# State College, PA Superthread



## Zaqattaq (Nov 17, 2004)

IST Building bridges over a 4 lane freeway







































$58.8 million total construction cost 

Designed by Rafael Viñoly Architects, New York City, and Perfido Weiskopf Architects, Pittsburgh. 
41 different contractors and subcontractors, coordinated by Turner Construction Company 
Wireless and Wired Environment 
199,000 square feet 
11,928 square yards of carpet 
104,490 square feet of acoustic ceiling 
53,650 square feet of metal ceiling 
191 wooden exterior doors 
301,706 square feet of drywall 
400,372 bricks 
955-foot long concrete walkway - more than three football fields 
85,960 square feet of rubber roofing 
3,572 pieces of steel 
4,402 light fixtures


----------



## Zaqattaq (Nov 17, 2004)

Hetzel Union Building (HUB)


----------



## Zaqattaq (Nov 17, 2004)

Palmer Museum of Art


----------



## Zaqattaq (Nov 17, 2004)

Some Views








Central Campus









East Campus


----------



## Zaqattaq (Nov 17, 2004)

Beaver Stadium (Second largest stadium in North America)
109,000+

































































The Holy JoePa


----------



## th0m (Oct 14, 2004)

I don't know if you're done yet (don't want to ruin the thread), but the campus looks phenomenal, and huge as well, obviously. I like the Old Main building, Beaver Stadium, and the IST building best. Is there a picture where you can have a better overview of how it is constructed over that 4-lane highway? I'm interested to find out. Vinoly is a very respectable architect.
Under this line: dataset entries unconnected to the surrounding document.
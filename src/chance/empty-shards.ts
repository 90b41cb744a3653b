import { pnorm } from 'lib-r-math.js';
import { boxLogProbability } from './box-probability.js';
import type { ChanceCache } from './chance-cache.js';
import { logChoose } from './discrete-densities.js';
import { log1mExp, logAddExp } from './log-space.js';
import { logBinomialAtLeast, logBinomialAtMost, logPoissonAtLeast } from './tails.js';
import { shareClasses, type Placement } from './placement.js';
import { emptiestTail } from './shard-extremes.js';

/**
 * The number of empty shards E = #{i : x_i = 0} under random placement (the classical
 * occupancy problem; Feller 1968, vol. 1, ch. II.11 and IV.2).
 */

/** Result of the empty-shard test. */
export interface EmptyShardsTail {
  /** Natural log of P(E >= observed). */
  readonly logProbability: number;
  /** `exact`, `exact-terms` (sum of exact point probabilities), `normal`, `certain`. */
  readonly method: string;
}

/**
 * Mean and variance of the empty-shard count.
 * Mean sum_i (1 - p_i)^N; variance sum_i q_i (1 - q_i) + sum_{i != j} (q_ij - q_i q_j) with
 * q_i = (1 - p_i)^N and q_ij = (1 - p_i - p_j)^N. Every difference is formed in log space
 * (q_ij - q_i q_j = q_i q_j expm1(N log(1 - c_i c_j)), c = p / (1 - p)), so nothing cancels.
 * Cost O(1) for equal shares; O(k^2) for k distinct shares up to 3000, beyond that the
 * pair sum is expanded in powers of c_i c_j (four terms; relative error below
 * (N max c^2)^5 / 120). `cache` keeps the share classes (without one, the default:
 * chance-cache.ts).
 * Example: emptyShardMoments(makePlacement(3, 3)) has mean 3 (2/3)^3 = 8/9.
 */
export function emptyShardMoments(
  placement: Placement,
  cache?: ChanceCache,
): { mean: number; variance: number } {
  const n = placement.total;
  // Classes come in ascending share, so q = (1 - p)^N falls along them; once it underflows
  // (log below -746) every later class and every pair term with it is exactly 0 in doubles.
  const all = shareClasses(placement, cache);
  let live = 0;
  while (live < all.length && n * Math.log1p(-all[live].share) > -746) live++;
  const classes = live === all.length ? all : all.slice(0, live);
  let mean = 0;
  let variance = 0;
  const logQ = classes.map((c) => n * Math.log1p(-c.share));
  for (let a = 0; a < classes.length; a++) {
    const q = Math.exp(logQ[a]);
    mean += classes[a].count * q;
    variance += classes[a].count * q * -Math.expm1(logQ[a]);
  }
  // The positive part, for the rounding floor below.
  const diagonal = variance;
  const c = classes.map((k) => (k.share < 1 ? k.share / (1 - k.share) : Infinity));
  const pairTerm = (a: number, b: number) => {
    const product = c[a] * c[b];
    if (product >= 1) return -Math.exp(logQ[a] + logQ[b]);
    return Math.exp(logQ[a] + logQ[b]) * Math.expm1(n * Math.log1p(-product));
  };
  if (classes.length <= 3000) {
    for (let a = 0; a < classes.length; a++) {
      const ca = classes[a].count;
      if (ca >= 2) variance += ca * (ca - 1) * pairTerm(a, a);
      for (let b = a + 1; b < classes.length; b++)
        variance += 2 * ca * classes[b].count * pairTerm(a, b);
    }
  } else {
    // expm1(N log(1 - x)) = sum_r a_r x^r with a_1 = -N, a_2 = N(N-1)/2 ... (binomial series
    // of (1 - x)^N - 1), so sum_{i != j} q_i q_j expm1(...) = sum_r a_r [(sum q c^r)^2 - sum q^2 c^2r].
    let coefficient = 1;
    for (let r = 1; r <= 4; r++) {
      coefficient *= -(n - r + 1) / r;
      let linear = 0;
      let square = 0;
      for (let a = 0; a < classes.length; a++) {
        const qa = Math.exp(logQ[a]);
        const term = qa * c[a] ** r;
        linear += classes[a].count * term;
        square += classes[a].count * term * term;
      }
      variance += coefficient * (linear * linear - square);
    }
  }
  // The diagonal and the (negative) pair terms cancel wherever E is nearly fixed, exactly at
  // N = 1 (E = m - 1): what is left below 1e-14 of the diagonal is rounding (1.1e-16 on
  // shares 1e-9 : 1 : 2, printed by odds as a variance), not a spread.
  return { mean, variance: variance > 1e-14 * diagonal ? variance : 0 };
}

/**
 * log P(E = e) for equal shares: C(m, e) ((m - e)/m)^N P(no empty shard among m - e with N
 * requests), the last factor a box probability (every count >= 1) by Levin's representation.
 * Exact identity; O(1) box probability per call. `convolved` tells whether the box
 * probability took its exact convolution (the costly branch) rather than its expansion.
 */
function logEmptyExactly(
  total: number,
  shards: number,
  empty: number,
  cache: ChanceCache | undefined,
): { logProbability: number; convolved: boolean } {
  const occupied = shards - empty;
  if (occupied === 0) return { logProbability: total === 0 ? 0 : -Infinity, convolved: false };
  if (occupied > total) return { logProbability: -Infinity, convolved: false };
  // The terms are summed (all positive): 1e-5 relative each is 100 times under the bar.
  const allHit = boxLogProbability(
    total,
    [{ share: 1 / occupied, count: occupied, lower: 1, upper: Infinity }],
    { tolerance: 1e-5, cache },
  );
  return {
    logProbability:
      logChoose(shards, empty) + total * Math.log1p(-empty / shards) + allHit.logProbability,
    convolved: allHit.method === 'exact',
  };
}

/**
 * Costs of the two exact equal-share methods, in occupancy-chain steps (N min(N, m) of
 * those, about 5 ns each): a point probability whose box probability takes the expansion
 * (2-15 us) and one that convolves (30-250 us). Measured with `npx tsx
 * bench/chance.bench.ts` (the empty-shard rows time both methods).
 */
const EXPANDED_TERM_STEPS = 2e3;
const CONVOLVED_TERM_STEPS = 5e4;

/**
 * How many exact point probabilities the summation in emptyShardsTail visits, from the
 * normal shape of E (mean, standard deviation): terms start `distance` standard deviations
 * out on the summed side and stop once they fall e^-41.4 below the sum; at least two, at
 * most the whole range. An estimate for choosing the method, not a bound used in the sum.
 */
function estimatedTerms(distance: number, deviation: number, range: number): number {
  // E all but fixed (its variance underflows once requests far outnumber shards): a term or two.
  if (!(deviation > 0) || !Number.isFinite(distance)) return Math.min(range, 2);
  const d = Math.max(0, distance);
  const span = deviation * (Math.sqrt(d * d + 2 * 41.4) - d);
  return Math.min(range, span + 2);
}

/**
 * log P(E >= observed) from the exact occupancy chain: after each request the number of
 * occupied shards k stays with probability k/m or grows by one with probability (m - k)/m
 * (Feller 1968, vol. 1, ch. IX.9). Kept rescaled so that no state underflows while it can
 * still matter. O(N min(N, m)).
 */
function occupancyChainTail(total: number, shards: number, observed: number): number {
  const states = Math.min(total, shards) + 1;
  let current = new Float64Array(states);
  let next = new Float64Array(states);
  current[0] = 1;
  let logScale = 0;
  for (let ball = 1; ball <= total; ball++) {
    next.fill(0);
    const top = Math.min(ball, shards);
    let peak = 0;
    for (let k = 1; k <= top; k++) {
      const stay = current[k] * (k / shards);
      const grow = current[k - 1] * ((shards - k + 1) / shards);
      next[k] = stay + grow;
      if (next[k] > peak) peak = next[k];
    }
    if (peak < 1e-200) {
      for (let k = 0; k <= top; k++) next[k] /= peak;
      logScale += Math.log(peak);
    }
    [current, next] = [next, current];
  }
  // E >= observed  <=>  occupied <= m - observed.
  let tail = 0;
  let all = 0;
  const limit = shards - observed;
  for (let k = 0; k < states; k++) {
    all += current[k];
    if (k <= limit) tail += current[k];
  }
  // Complement when the wanted side is the big one keeps relative precision for tiny tails.
  if (tail > 0.5 * all) {
    let rest = 0;
    for (let k = limit + 1; k < states; k++) rest += current[k];
    return Math.log1p(-rest / all);
  }
  return tail > 0 ? Math.log(tail) + logScale : -Infinity;
}

/**
 * log P(E >= observed), the empty-shard p-value.
 * Equal shares, two exact methods, whichever costs less: the occupancy chain (N min(N, m)
 * steps, `exact`) or the exact point probabilities (logEmptyExactly, `exact-terms`) summed
 * from the observed count outward (or the complement summed on the other side when that
 * side is smaller), until terms fall below 1e-18 of the sum (one box probability a term,
 * about as many terms as 9 standard deviations of E hold). The terms' cost is estimated
 * from the moments of E and the first term, and capped at the chain's. Weighted shares: exact for observed = 1
 * (P(some shard empty), the emptiest-shard machinery); beyond it the larger of a binomial
 * law matched on the exact mean and variance and the Poisson limit (reported as
 * `conservative-moments`: never below the exact tail in the tests, but up to orders of
 * magnitude above it when N is far below m), else the normal limit with continuity
 * correction (Weiss 1958; Renyi 1962), reported as `normal`.
 * Cost: the cheaper of O(N min(N, m)) and O(number of terms) box probabilities. `cache`
 * as for emptyShardMoments.
 * Example: emptyShardsTail(makePlacement(2, 2), 1) = log(1/2).
 */
export function emptyShardsTail(
  placement: Placement,
  observed: number,
  cache?: ChanceCache,
): EmptyShardsTail {
  const n = placement.total;
  const m = placement.shardCount;
  if (observed <= 0) return { logProbability: 0, method: 'certain' };
  const minEmpty = Math.max(0, m - n);
  if (observed <= minEmpty) return { logProbability: 0, method: 'certain' };
  if (observed > m - (n > 0 ? 1 : 0)) return { logProbability: -Infinity, method: 'exact' };
  if (placement.shares !== null) {
    if (observed === 1) {
      // P(E >= 1) is P(some shard is empty), the emptiest shard's tail at load 0 (which
      // sweeps the shares when they are many).
      const tail = emptiestTail(placement, 0, { cache });
      return { logProbability: tail.logProbability, method: 'exact' };
    }
    const { mean, variance } = emptyShardMoments(placement, cache);
    // The occupancy count is under-dispersed (variance below its mean); a binomial law
    // matched on the exact mean and variance follows it far better than the Poisson limit.
    // It is fitted to whichever of the empty and the occupied count is the rarer, so that
    // few requests on many shards (mostly empty) are modelled by their few collisions.
    // Near N = m the fit falls short in the far tail, so the answer is the larger of it and
    // the Poisson limit with the exact mean, which lies above the exact tail in every tested
    // case: conservative, so the empty count alone cannot raise a false cold finding.
    const occupiedMean = m - mean;
    let fitted = -Infinity;
    if (mean <= occupiedMean && variance > 0 && variance < mean) {
      const trials = Math.max(observed, Math.round((mean * mean) / (mean - variance)));
      fitted = logBinomialAtLeast(observed, trials, Math.min(1, mean / trials));
    } else if (mean > occupiedMean && variance > 0 && variance < occupiedMean) {
      const trials = Math.max(
        m - observed,
        Math.round((occupiedMean * occupiedMean) / (occupiedMean - variance)),
      );
      // E >= observed  <=>  occupied <= m - observed
      fitted = logBinomialAtMost(m - observed, trials, Math.min(1, occupiedMean / trials));
    }
    if (fitted > -Infinity) {
      return {
        logProbability: Math.max(fitted, logPoissonAtLeast(observed, mean)),
        method: 'conservative-moments',
      };
    }
    const z = (observed - 0.5 - mean) / Math.sqrt(Math.max(variance, 1e-300));
    return { logProbability: logNormalUpper(z), method: 'normal' };
  }
  const { mean, variance } = emptyShardMoments(placement, cache);
  const maxEmpty = m - (n > 0 ? 1 : 0);
  // Two exact methods; the cheaper answers. The chain's cost is known in advance; the
  // terms' cost is estimated from the shape of E and the cost of the first term (whether
  // its box probability convolves), and the summation gives way to the chain once it has
  // spent what the chain would cost (so a wrong estimate costs at most twice the chain).
  const chainSteps = n * Math.min(n, m);
  const chain = (): EmptyShardsTail => ({
    logProbability: occupancyChainTail(n, m, observed),
    method: 'exact',
  });
  const deviation = Math.sqrt(variance);
  const upward = observed >= mean;
  const terms = upward
    ? estimatedTerms((observed - mean) / deviation, deviation, maxEmpty - observed + 1)
    : estimatedTerms((mean - observed + 1) / deviation, deviation, observed - minEmpty);
  if (chainSteps <= Math.max(terms * EXPANDED_TERM_STEPS, CONVOLVED_TERM_STEPS)) return chain();
  const [start, stop, direction] = upward ? [observed, maxEmpty, 1] : [observed - 1, minEmpty, -1];
  let logSum = -Infinity;
  let spent = 0;
  for (let e = start; direction > 0 ? e <= stop : e >= stop; e += direction) {
    const term = logEmptyExactly(n, m, e, cache);
    const cost = term.convolved ? CONVOLVED_TERM_STEPS : EXPANDED_TERM_STEPS;
    spent += cost;
    if (e === start && chainSteps <= terms * cost) return chain();
    if (spent > chainSteps) return chain();
    logSum = logAddExp(logSum, term.logProbability);
    if (term.logProbability < logSum - 41.4 && Math.abs(e - mean) > 1) break;
  }
  return {
    logProbability: upward ? logSum : log1mExp(Math.min(0, logSum)),
    method: 'exact-terms',
  };
}

/** log P(Z >= z) for a standard normal Z: lib-r-math.js pnorm(z, 0, 1, false, true) (R's pnorm). */
function logNormalUpper(z: number): number {
  return pnorm(z, 0, 1, false, true);
}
Bryce Jordan looks nice too, although from ground level it is a bit too much concrete for me, but from the top and the interior look stunning as well.


----------



## Zaqattaq (Nov 17, 2004)

The IST building was just completed a few months ago and there is no real good pictures on the net yet but some time this summer I will take some and post them.


----------



## Ex-Ithacan (Nov 30, 2002)

Here's a couple of pics I took downtown last year while visiting.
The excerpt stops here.